Seminole County man charged with COVID fraud | USAO-MDFL

Orlando, Florida – United States Attorney Maria Chapa Lopez announces the return of an indictment charging Don V. Cisternino (45, Chuluota) with two counts of wire fraud, three counts of theft of aggravated identity and three counts of illegal currency transactions. If convicted, Cisternino faces a maximum sentence of 20 years in federal prison for each account of electronic fraud, up to 10 years in prison for each account of illegal money transaction and a mandatory consecutive sentence of two years for them. counts of aggravated identity theft.

According to charge, in or about May 2020, Cisternino fraudulently obtained more than $ 7.2 million in emergency funds through a Paycheck Protection Program (“P3”) loan.

The Coronavirus Relief, Relief, and Economic Security Act (“CARES”) is federal law enacted in March 2020. It is designed to provide emergency financial assistance to millions of Americans suffering the effects economic aspects of the COVID-19 pandemic. One of the sources of relief under the CARES Act is the authorization of up to $ 349 billion in forgivable loans to small businesses for job maintenance and certain other expenses under the PPP. In April 2020, Congress authorized more than $ 300 billion in additional P3 funding.

The PPP allows small businesses and other eligible organizations to benefit from loans with a two-year term and an interest rate of 1%. Businesses must use the proceeds from PPP loans for staff costs, mortgage interest, rent, and utilities. The PPP allows the remission of interest and principal if the business spends the proceeds of these expenses within a specified time frame and uses at least a certain percentage of the loan for qualifying business expenses.
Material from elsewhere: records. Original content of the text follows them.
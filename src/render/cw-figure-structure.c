#include "config.h"

#include <glib/gi18n-lib.h>
#include <math.h>

#include "cw-figures.h"
#include "cw-label.h"
#include "cw-render-private.h"

/* The flat structure: a hexagon with position 1 at the top, numbered clockwise as seen from the
 * up face (the reader's side), each group on a solid (up) or hashed (down) wedge. */

#define LABEL_SIZE 13.0
#define NUMBER_SIZE 9.0
#define SPLAY (G_PI / 6.4) /* half-angle between the two groups on one carbon */

typedef struct
{
  CwScene *scene;
  double   cx, cy, radius;
  CwPoint  atom[6];
  CwPlacer placer;
} Layout;

static void
place_sub (Layout *lay, const CwMolecule *mol, int i, double angle, const CwRenderOptions *opt)
{
  const CwSubstituent *sub = &mol->subs[i];
  CwPoint              a = lay->atom[sub->position - 1];
  double               dx = cos (angle), dy = -sin (angle);
  double               base = 0.62 * lay->radius;
  CwLabelPlace         place = { 0 };
  CwLabelText          lt = { 0 };
  CwPrim              *p;

  cw_placer_place_label (&lay->placer, sub->group->markup, LABEL_SIZE, a.x, a.y, dx, dy, base, &place, &lt);
  if (opt->highlight_sub == i)
    cw_scene_highlight (lay->scene, &place.box);
  p = cw_scene_add (lay->scene, sub->face == CW_FACE_UP ? CW_PRIM_WEDGE : CW_PRIM_HASH,
                    CW_ROLE_SUB_BOND, CW_INK_BOND);
  p->x0 = a.x;
  p->y0 = a.y;
  p->x1 = place.ex;
  p->y1 = place.ey;
  p->wide = 6.5;
  p->line_width = 1.1;
  p->sub = i;
  p->position = sub->position;
  p = cw_label_add (lay->scene, &lt, &place, LABEL_SIZE, CW_ROLE_SUB_LABEL, CW_INK_TEXT, opt->highlight_sub == i);
  p->sub = i;
  p->position = sub->position;
  cw_placer_add_box (&lay->placer, &place.box);
  cw_placer_add_segment (&lay->placer, a.x, a.y, place.ex, place.ey);
  cw_label_text_clear (&lt);
}

static void
draw_ring (Layout *lay)
{
  for (int k = 0; k < 6; k++)
    {
      double th = G_PI / 2 - k * G_PI / 3;
      lay->atom[k] = (CwPoint){ lay->cx + lay->radius * cos (th), lay->cy - lay->radius * sin (th) };
    }
  for (int k = 0; k < 6; k++)
    {
      CwPoint          p = lay->atom[k], q = lay->atom[(k + 1) % 6];
      CwPrim          *b = cw_scene_line (lay->scene, CW_ROLE_RING_BOND, CW_INK_BOND, p.x, p.y, q.x, q.y, 1.6);
      g_autofree char *num = g_strdup_printf ("%d", k + 1);
      double           nx = lay->cx + 0.74 * (p.x - lay->cx), ny = lay->cy + 0.74 * (p.y - lay->cy);
      CwPrim          *t;

      b->position = k + 1;
      cw_placer_add_segment (&lay->placer, p.x, p.y, q.x, q.y);
      t = cw_scene_text_at (lay->scene, CW_ROLE_POSITION_LABEL, CW_INK_MUTED, num, NUMBER_SIZE, FALSE,
                            nx, ny, 0.5, 0.5);
      t->position = k + 1;
      cw_placer_add_box (&lay->placer, &t->box);
    }
}

CwScene *
cw_structure_build (const CwMolecule *mol, const CwRenderOptions *opt, double width, double height)
{
  CwScene         *scene = cw_scene_new (width, height);
  Layout           lay = { scene, width / 2, height / 2 - 8, 0.23 * MIN (width, height - 20), { { 0 } }, { 0 } };
  g_autofree char *config = NULL;

  cw_placer_init (&lay.placer);
  draw_ring (&lay);
  for (int i = 0; i < mol->n_subs; i++)
    {
      const CwSubstituent *s = &mol->subs[i];
      double               radial = G_PI / 2 - (s->position - 1) * G_PI / 3;
      const CwSubstituent *other = cw_molecule_get (mol, s->position, s->face == CW_FACE_UP ? CW_FACE_DOWN : CW_FACE_UP);
      double               angle = radial;

      if (other != NULL)
        angle += s->face == CW_FACE_UP ? SPLAY : -SPLAY;
      place_sub (&lay, mol, i, angle, opt);
    }
  config = cw_molecule_dup_configuration (mol);
  if (config != NULL && *config)
    {
      g_autofree char *esc = g_markup_escape_text (config, -1);
      CwBox            b = cw_scene_bounds (scene);
      cw_scene_text_at (scene, CW_ROLE_CAPTION, CW_INK_MUTED, esc, 11, FALSE, lay.cx, b.y + b.h + 8, 0.5, 0);
    }
  cw_placer_clear (&lay.placer);
  cw_scene_fit_tight (scene, 8);
  return scene;
}
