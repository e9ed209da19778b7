#include "config.h"

#include "cw-label.h"

#include <math.h>
#include <string.h>

#include "cw-render-private.h"

/* One unit of a formula-like label: a symbol with its subscript, or a bond sign. */
typedef struct
{
  GString *text;
} Unit;

static gboolean
starts_with (const char *p, const char *prefix)
{
  return strncmp (p, prefix, strlen (prefix)) == 0;
}

/* Reads "<tag>…</tag>" at p into *inner; returns the end or NULL. */
static const char *
read_tag (const char *p, const char *tag, GString *inner)
{
  g_autofree char *open = g_strdup_printf ("<%s>", tag);
  g_autofree char *close = g_strdup_printf ("</%s>", tag);
  const char      *end;

  if (!starts_with (p, open))
    return NULL;
  p += strlen (open);
  end = strstr (p, close);
  if (end == NULL)
    return NULL;
  g_string_append_len (inner, p, end - p);
  return end + strlen (close);
}

static gboolean
tokenize (const char *p, GPtrArray *units, GString *sup)
{
  while (*p)
    {
      if (g_ascii_isupper (*p))
        {
          GString *u = g_string_new (NULL);
          g_string_append_c (u, *p++);
          while (g_ascii_islower (*p))
            g_string_append_c (u, *p++);
          g_ptr_array_add (units, u);
        }
      else if (starts_with (p, "<sub>") && units->len > 0)
        {
          GString *u = g_ptr_array_index (units, units->len - 1);
          GString *inner = g_string_new (NULL);

          p = read_tag (p, "sub", inner);
          if (p != NULL)
            g_string_append_printf (u, "<sub>%s</sub>", inner->str);
          g_string_free (inner, TRUE);
          if (p == NULL)
            return FALSE;
        }
      else if (starts_with (p, "<sup>"))
        {
          GString *inner = g_string_new (NULL);

          p = read_tag (p, "sup", inner);
          g_string_append (sup, inner->str);
          g_string_free (inner, TRUE);
          if (p == NULL)
            return FALSE;
        }
      else if (*p == '=' || starts_with (p, "≡"))
        {
          int n = *p == '=' ? 1 : (int) strlen ("≡");
          g_ptr_array_add (units, g_string_new_len (p, n));
          p += n;
        }
      else
        return FALSE;
    }
  return units->len > 0;
}

static void
string_free (gpointer s)
{
  g_string_free (s, TRUE);
}

char *
cw_label_reverse_markup (const char *markup)
{
  g_autoptr (GPtrArray) units = g_ptr_array_new_with_free_func (string_free);
  g_autoptr (GString) sup = g_string_new (NULL);
  GString *out;

  if (!tokenize (markup, units, sup))
    return NULL;
  if (units->len == 1)
    return g_strdup (markup);
  /* A two-atom label read backwards names another group (CN → NC, the isocyanide):
   * spell out the triple bond instead. */
  if (units->len == 2 && sup->len == 0 &&
      (strcmp (markup, "CN") == 0 || strcmp (markup, "NC") == 0))
    return g_strdup (strcmp (markup, "CN") == 0 ? "N≡C" : "C≡N");
  /* A charge stays with its atom: on the attachment atom (H₃N⁺) it ends the reversed label,
   * on a far atom (⁻O₂C) it starts it. */
  GString *first = g_ptr_array_index (units, 0);
  gboolean charge_on_first = first->str[0] == 'N' && first->len == 1;
  out = g_string_new (NULL);
  if (sup->len > 0 && !charge_on_first)
    g_string_append_printf (out, "<sup>%s</sup>", sup->str);
  for (guint i = units->len; i > 0; i--)
    g_string_append (out, ((GString *) g_ptr_array_index (units, i - 1))->str);
  if (sup->len > 0 && charge_on_first)
    g_string_append_printf (out, "<sup>%s</sup>", sup->str);
  return g_string_free (out, FALSE);
}

/* Byte range of the first (or last) element symbol in plain text. */
static void
find_atom (const char *plain, gboolean last, int *start, int *end)
{
  int n = (int) strlen (plain);
  int s = -1;

  if (!last)
    {
      if (n > 0 && g_ascii_isupper (plain[0]))
        s = 0;
    }
  else
    {
      for (int i = n - 1; i >= 0; i--)
        if (g_ascii_isupper (plain[i]))
          {
            s = i;
            break;
          }
    }
  if (s < 0)
    {
      *start = 0;
      *end = n; /* not a formula: the whole label is the attachment point */
      return;
    }
  *start = s;
  *end = s + 1;
  while (*end < n && g_ascii_islower (plain[*end]))
    (*end)++;
}

void
cw_label_text_init (CwLabelText *lt, const char *markup, gboolean reversed)
{
  g_autofree char *rev = reversed ? cw_label_reverse_markup (markup) : NULL;
  g_autofree char *plain = NULL;

  lt->markup = g_strdup (rev ? rev : markup);
  plain = cw_markup_dup_plain (lt->markup);
  if (reversed && rev == NULL)
    {
      lt->atom_start = 0;
      lt->atom_end = (int) strlen (plain);
    }
  else
    find_atom (plain, rev != NULL, &lt->atom_start, &lt->atom_end);
}

void
cw_label_text_clear (CwLabelText *lt)
{
  g_clear_pointer (&lt->markup, g_free);
}

void
cw_label_place (const char *markup, double size, double px, double py, double dx, double dy, double length, CwLabelPlace *out, CwLabelText *text_out)
{
  CwTextMetrics m;
  double        hw, hh, t;
  /* Cap height of the font, about 0.73 em: the atom's centre is half of it above the baseline. */
  double cap = 0.73 * size;
  double pad = 0.18 * size;

  out->reversed = dx < -0.35;
  cw_label_text_init (text_out, markup, out->reversed);
  cw_text_measure (text_out->markup, size, FALSE, 0, text_out->atom_start, text_out->atom_end, &m);
  out->ax = px + dx * length;
  out->ay = py + dy * length;
  out->box.x = out->ax - 0.5 * (m.atom_x0 + m.atom_x1);
  out->box.y = out->ay - (m.baseline - 0.5 * cap);
  out->box.w = m.w;
  out->box.h = m.h;
  hw = 0.5 * (m.atom_x1 - m.atom_x0) + pad;
  hh = 0.5 * cap + pad;
  t = MIN (fabs (dx) > 1e-9 ? hw / fabs (dx) : G_MAXDOUBLE, fabs (dy) > 1e-9 ? hh / fabs (dy) : G_MAXDOUBLE);
  t = MIN (t, length * 0.8);
  out->ex = out->ax - dx * t;
  out->ey = out->ay - dy * t;
}

CwPrim *
cw_label_add (CwScene *scene, const CwLabelText *lt, const CwLabelPlace *place, double size, CwRole role, CwInk ink, gboolean bold)
{
  CwPrim *p = cw_scene_add (scene, CW_PRIM_TEXT, role, ink);

  p->markup = g_strdup (lt->markup);
  p->size = size;
  p->bold = bold;
  p->box = place->box;
  return p;
}
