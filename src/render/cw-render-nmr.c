#include "config.h"

#include "cw-render-nmr.h"

#include <glib/gi18n-lib.h>
#include <math.h>

#include "cw-render-private.h"

#define TEXT_SIZE 9.0
#define ROW 15.0
#define PAD 8.0
#define COL_PROTON 62.0
#define COL_CELL 178.0

static void
show (cairo_t *cr, const char *markup, double x, double y, gboolean bold, CwInk ink, gboolean dark)
{
  g_autoptr (PangoLayout) layout = cw_text_layout_new (markup, TEXT_SIZE, bold, -1);

  cw_palette_set_source (cr, ink, dark);
  cairo_move_to (cr, x, y);
  pango_cairo_show_layout (cr, layout);
  cairo_new_path (cr);
}

void
cw_render_couplings_table_size (const CwCouplings *c, double *width, double *height)
{
  g_return_if_fail (c != NULL);
  *width = 2 * PAD + COL_PROTON + 3 * COL_CELL;
  *height = 2 * PAD + ROW * (c->n_protons + 2) + 8;
}

char *
cw_render_couplings_dup_cell (const CwRingProton *p, int column)
{
  g_autofree char *m = cw_multiplet_dup_text (&p->multiplet[column]);
  g_autofree char *escaped = g_markup_escape_text (m, -1);
  double           width = column < 2 ? p->width[column] : p->width_avg;

  if (column == 2)
    return g_strdup_printf ("%s  <span alpha=\"70%%\">Σ %.1f</span>", escaped, width);
  return g_strdup_printf ("<b>%s</b>  %s  <span alpha=\"70%%\">Σ %.1f</span>",
                          p->axial[column] ? _("ax") : _("eq"), escaped, width);
}

static void
draw_header (cairo_t *cr, const CwCouplings *c, gboolean dark)
{
  g_autofree char *p1 = cw_render_format_percent (c->pop[0]);
  g_autofree char *p2 = cw_render_format_percent (c->pop[1]);
  g_autofree char *h1 = g_strdup_printf (_("Chair 1 (%s %%)"), p1);
  g_autofree char *h2 = g_strdup_printf (_("Chair 2 (%s %%)"), p2);
  g_autofree char *ha = g_strdup_printf (_("Averaged, %.0f K"), c->temperature);
  double           x = PAD;

  show (cr, _("Proton"), x, PAD, TRUE, CW_INK_TEXT, dark);
  show (cr, h1, x + COL_PROTON, PAD, TRUE, CW_INK_SERIES_1, dark);
  show (cr, h2, x + COL_PROTON + COL_CELL, PAD, TRUE, CW_INK_SERIES_2, dark);
  show (cr, ha, x + COL_PROTON + 2 * COL_CELL, PAD, TRUE, CW_INK_TEXT, dark);
  cw_palette_set_source (cr, CW_INK_GRID, dark);
  cairo_set_line_width (cr, 0.75);
  cairo_move_to (cr, PAD, PAD + ROW + 1);
  cairo_line_to (cr, PAD + COL_PROTON + 3 * COL_CELL, PAD + ROW + 1);
  cairo_stroke (cr);
}

static void
draw_row (cairo_t *cr, const CwCouplings *c, int i, gboolean highlight, gboolean dark)
{
  const CwRingProton *p = &c->protons[i];
  g_autofree char    *label = cw_ring_proton_dup_label (p);
  g_autofree char    *escaped = g_markup_escape_text (label, -1);
  double              y = PAD + ROW * (i + 1) + 4;

  if (highlight)
    {
      cw_palette_set_source (cr, CW_INK_HIGHLIGHT, dark);
      cairo_rectangle (cr, PAD - 2, y - 1, COL_PROTON + 3 * COL_CELL + 4, ROW);
      cairo_fill (cr);
    }
  show (cr, escaped, PAD, y, FALSE, CW_INK_TEXT, dark);
  for (int col = 0; col < 3; col++)
    {
      g_autofree char *cell = cw_render_couplings_dup_cell (p, col);
      show (cr, cell, PAD + COL_PROTON + col * COL_CELL, y, FALSE, CW_INK_TEXT, dark);
    }
}

static void
draw_legend (cairo_t *cr, const CwCouplings *c, gboolean dark)
{
  g_autofree char *text = g_strdup_printf (_("Hz. Σ: sum of the vicinal couplings (the width). Multiplets are "
                                             "first order and include ²J = %s%.0f Hz for CH₂ protons."),
                                              c->geminal < 0 ? "−" : "", fabs (c->geminal));
  g_autofree char *escaped = g_markup_escape_text (text, -1);

  show (cr, escaped, PAD, PAD + ROW * (c->n_protons + 1) + 8, FALSE, CW_INK_MUTED, dark);
}

void
cw_render_couplings_table (cairo_t *cr, const CwCouplings *c, int highlight_proton, gboolean dark, double width, double height)
{
  double nw, nh, s;

  g_return_if_fail (cr != NULL && c != NULL);
  cairo_save (cr);
  cw_palette_set_source (cr, CW_INK_BACKGROUND, dark);
  cairo_rectangle (cr, 0, 0, width, height);
  cairo_fill (cr);
  cw_render_couplings_table_size (c, &nw, &nh);
  s = MIN (width / nw, height / nh);
  if (s > 0 && isfinite (s))
    {
      cairo_translate (cr, (width - s * nw) / 2, (height - s * nh) / 2);
      cairo_scale (cr, s, s);
      draw_header (cr, c, dark);
      for (int i = 0; i < c->n_protons; i++)
        draw_row (cr, c, i, i == highlight_proton, dark);
      draw_legend (cr, c, dark);
    }
  cairo_restore (cr);
}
Cisternino’s PPP loan application falsely claimed that Cisternino’s New York-based company MagnifiCo had 441 employees and monthly payroll expenses in 2019 of more than $ 2.8 million. In truth, MagnifiCo had few, if any, employees other than Cisternino and his girlfriend, and MagnifiCo did not report any wages to the IRS for 2019. In support of his PPP loan application, Cisternino submitted fake W-2s for alleged MagnifiCo employees, many of whom listed the names and social security numbers of real people who were not MagnifiCo employees and who had not authorized Cisternino to use their identities.

Once Cisternino secured the $ 7.2 million emergency loan, he did not use those funds for qualifying expenses. Instead, he spent the funds for unauthorized purposes and for personal gain, including the purchase of Lincoln Navigator, Maserati, and Mercedes-Benz vehicles, and a residence of approximately 12,579 square feet in County of Seminole.

An indictment is simply a formal charge that an accused has committed one or more violations of federal criminal law, and each accused is presumed innocent unless and until proven guilty.

This matter is under investigation by the Internal Revenue Service – Criminal Investigation, Tampa Field Office. He is being sued by the Assistant United States Attorney, Chauncey A. Bratt.